## What you will do
Return, without anything added, the lines from the one containing "between 1500 and" through the end of the entries below, exactly as written.

--- Source data Enclosed Below ---

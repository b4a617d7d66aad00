"""The kernels that the checks of profiles stand on, against slow twins and by hand."""

from __future__ import annotations

from typing import TYPE_CHECKING

import gsw
import numpy as np
import pytest

from pipeline.checking.hydrography import hydrography
from pipeline.checking.marks import findings_of
from pipeline.checking.profiles import FURTHEST_SLOPE, departure, limit_at
from pipeline.checking.stability import density_inversion, inversion
from pipeline.checking.track import _longest_ordered
from pipeline.limits import DepthLimit
from pipeline.usable import Rows
from tests.checking.cases import SETTINGS, clean_samples, marks_of, rows_of
from tests.checking.planted_profiles import bottles, sigma0_seems_unstable
from tests.invented import bottle_file, read

if TYPE_CHECKING:
    from collections.abc import Callable

    from numpy.typing import NDArray

    FloatArray = NDArray[np.float64]

CHECKS = SETTINGS.checks


def slow_departure(pressure: list[float], values: list[float], i: int, stride: int) -> float:
    n = len(values)
    if i - stride < 0 or i + stride >= n:
        return 0.0
    allowed = [values[i - stride], values[i + stride]]
    for way in (-1, 1):
        near, far = i + way * stride, i + 2 * way * stride
        if 0 <= far < n and pressure[near] != pressure[far]:
            ratio = abs((pressure[i] - pressure[near]) / (pressure[near] - pressure[far]))
            allowed.append(values[near] + (values[near] - values[far]) * min(ratio, FURTHEST_SLOPE))
    return max(values[i] - max(allowed), 0.0) - max(min(allowed) - values[i], 0.0)


@pytest.mark.parametrize("stride", [1, 2, 3])
@pytest.mark.parametrize("seed", range(5))
def test_departure_is_that_of_a_loop_over_casts(seed: int, stride: int) -> None:
    random = np.random.default_rng(seed)
    sizes = random.integers(1, 12, size=6)
    cast = np.repeat(np.arange(6), sizes)
    pressure = np.concatenate([np.sort(np.round(random.uniform(0, 30, n))) for n in sizes])
    values = random.normal(size=len(cast))
    expected = [
        slow_departure(pressure[cast == c].tolist(), values[cast == c].tolist(), i, stride)
        for c in range(6)
        for i in range(sizes[c])
    ]
    np.testing.assert_allclose(departure(cast, pressure, values, stride), expected, atol=1e-12)


@pytest.mark.parametrize("shape", [lambda p: p**2, lambda p: -np.abs(p), lambda p: 3.0 * p, lambda p: p**3])
def test_no_smooth_extremum_departs(shape: Callable[[FloatArray], FloatArray]) -> None:
    p = np.arange(-5.0, 6.0)
    assert not departure(np.zeros(11, dtype=np.int64), p, shape(p)).any()


def test_a_limit_goes_in_equal_ratios_from_the_upper_ocean_to_the_deep() -> None:
    limit = DepthLimit(upper=4.0, deep=0.01)
    middle = 0.5 * (CHECKS.upper_pressure + CHECKS.deep_pressure)
    found = limit_at(
        limit, np.array([0.0, CHECKS.upper_pressure, middle, CHECKS.deep_pressure, 9000.0]), CHECKS
    )
    assert found == pytest.approx([4.0, 4.0, 0.2, 0.01, 0.01])


def test_hydrography_is_computed_once_and_is_gsws() -> None:
    data = Rows(clean_samples(), SETTINGS.use)
    water = hydrography(data)
    assert hydrography(data) is water
    assert water.absolute_salinity is water.absolute_salinity
    where = (water.pressure, data.floats("longitude"), data.floats("latitude"))
    np.testing.assert_array_equal(water.absolute_salinity, gsw.SA_from_SP(water.salinity, *where))
    np.testing.assert_array_equal(
        water.potential_temperature,
        gsw.pt0_from_t(water.absolute_salinity, water.temperature, water.pressure),
    )


def test_the_bottle_is_taken_where_good_and_casts_come_sorted() -> None:
    rows = [
        {"CTDPRS": "900.0"},
        {"CTDPRS": "10.0", "SALNTY_FLAG_W": "4"},
        {"CTDPRS": "50.0", "STNNBR": "2"},
        {"CTDPRS": "400.0", "SALNTY": "-999", "SALNTY_FLAG_W": "9", "CTDSAL_FLAG_W": "4"},
    ]
    water = hydrography(Rows(read(bottle_file(*rows)).table, SETTINGS.use))
    np.testing.assert_array_equal(water.salinity, [34.501, 34.5, 34.501, np.nan])
    assert [cast.tolist() for cast in water.casts()] == [[1, 3, 0], [2]]


def test_an_empty_table_has_no_casts() -> None:
    water = hydrography(Rows(clean_samples().slice(0, 0), SETTINGS.use))
    assert list(water.casts()) == []
    assert len(water.absolute_salinity) == 0


def test_an_inversion_is_that_of_density_midway() -> None:
    salinity, heat = np.array([35.0, 35.1]), np.array([4.0, 6.0])
    pressure = np.array([1000.0, 3000.0])
    found = inversion(salinity, heat, pressure, np.array([0]), np.array([1]))
    assert found == pytest.approx(gsw.rho(35.0, 4.0, 2000.0) - gsw.rho(35.1, 6.0, 2000.0))


def test_deep_water_that_sigma0_calls_unstable_is_not() -> None:
    data = Rows(sigma0_seems_unstable(), SETTINGS.use)
    water = hydrography(data)
    sigma0 = gsw.sigma0(water.absolute_salinity, water.conservative_temperature)
    assert (np.diff(sigma0[water.order]) < -CHECKS.inversion_bottle.deep).any()
    assert density_inversion(data, SETTINGS) == []


def test_a_wrong_bottle_salinity_leaves_the_temperature_alone() -> None:
    table = bottles(
        (1000.0, 1500.0, 2000.0, 2500.0), CTDTMP=(4.0, 3.5, 3.1, 2.8), CTDSAL=(34.6, 34.7, 34.8, 34.85),
        SALNTY=(34.6, 34.7, 34.2, 34.85),
    )  # fmt: skip
    (mark,) = marks_of("density-inversion", table)
    assert (mark.variable, mark.rows.tolist()) == ("bottle_salinity", [2])
    (finding,) = findings_of(Rows(table, SETTINGS.use), [mark])
    assert finding.message.startswith("cruise_hy1.csv, line 6: SALNTY is part of a density inversion of 0.")
    assert finding.message.endswith("kg/m3 between 1500 and 2000 dbar; expected at most 0.02 kg/m3.")


def test_the_sentence_of_a_spike() -> None:
    table = bottles((2000.0, 2200.0, 2400.0, 2600.0, 2800.0), SALNTY=(34.7, 34.71, 35.72, 34.73, 34.74))
    data = Rows(table, SETTINGS.use)
    (finding,) = findings_of(data, marks_of("spike", table))
    assert finding.message == (
        "cruise_hy1.csv, line 6: SALNTY is 35.72 with 34.71 above it and 34.73 below it; expected at most 0.01 beyond"
        " what its neighbours allow."
    )


def test_the_neighbours_of_a_spike_are_left_alone() -> None:
    values = (36.0, 34.0, 44.0, 30.0, 28.0, 26.0, 24.0)
    table = bottles((2000.0, 2200.0, 2400.0, 2600.0, 2800.0, 3000.0, 3200.0), NITRAT=values)
    (mark,) = marks_of("spike", table)
    assert mark.rows.tolist() == [2]


@pytest.mark.parametrize("seed", range(20))
def test_the_longest_ordered_part_of_a_list(seed: int) -> None:
    values = np.random.default_rng(seed).integers(0, 9, size=9).astype(float)
    kept = _longest_ordered(values)
    assert (np.diff(values[kept]) >= 0).all()
    longest = max(
        mask.bit_count()
        for mask in range(1, 512)
        if (np.diff(values[[bool(mask >> i & 1) for i in range(9)]]) >= 0).all()
    )
    assert np.count_nonzero(kept) == longest


def test_rows_of_a_cast_go_down() -> None:
    pressure = np.array(clean_samples().column("pressure").to_pylist())[rows_of(clean_samples(), "5")]
    assert (np.diff(pressure) > 0).all()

--- End of Enclosed Source data ---

## Completed exercise
    assert finding.message.endswith("kg/m3 between 1500 and 2000 dbar; expected at most 0.02 kg/m3.")


def test_the_sentence_of_a_spike() -> None:
    table = bottles((2000.0, 2200.0, 2400.0, 2600.0, 2800.0), SALNTY=(34.7, 34.71, 35.72, 34.73, 34.74))
    data = Rows(table, SETTINGS.use)
    (finding,) = findings_of(data, marks_of("spike", table))
    assert finding.message == (
        "cruise_hy1.csv, line 6: SALNTY is 35.72 with 34.71 above it and 34.73 below it; expected at most 0.01 beyond"
        " what its neighbours allow."
    )


def test_the_neighbours_of_a_spike_are_left_alone() -> None:
    values = (36.0, 34.0, 44.0, 30.0, 28.0, 26.0, 24.0)
    table = bottles((2000.0, 2200.0, 2400.0, 2600.0, 2800.0, 3000.0, 3200.0), NITRAT=values)
    (mark,) = marks_of("spike", table)
    assert mark.rows.tolist() == [2]


@pytest.mark.parametrize("seed", range(20))
def test_the_longest_ordered_part_of_a_list(seed: int) -> None:
    values = np.random.default_rng(seed).integers(0, 9, size=9).astype(float)
    kept = _longest_ordered(values)
    assert (np.diff(values[kept]) >= 0).all()
    longest = max(
        mask.bit_count()
        for mask in range(1, 512)
        if (np.diff(values[[bool(mask >> i & 1) for i in range(9)]]) >= 0).all()
    )
    assert np.count_nonzero(kept) == longest


def test_rows_of_a_cast_go_down() -> None:
    pressure = np.array(clean_samples().column("pressure").to_pylist())[rows_of(clean_samples(), "5")]
    assert (np.diff(pressure) > 0).all()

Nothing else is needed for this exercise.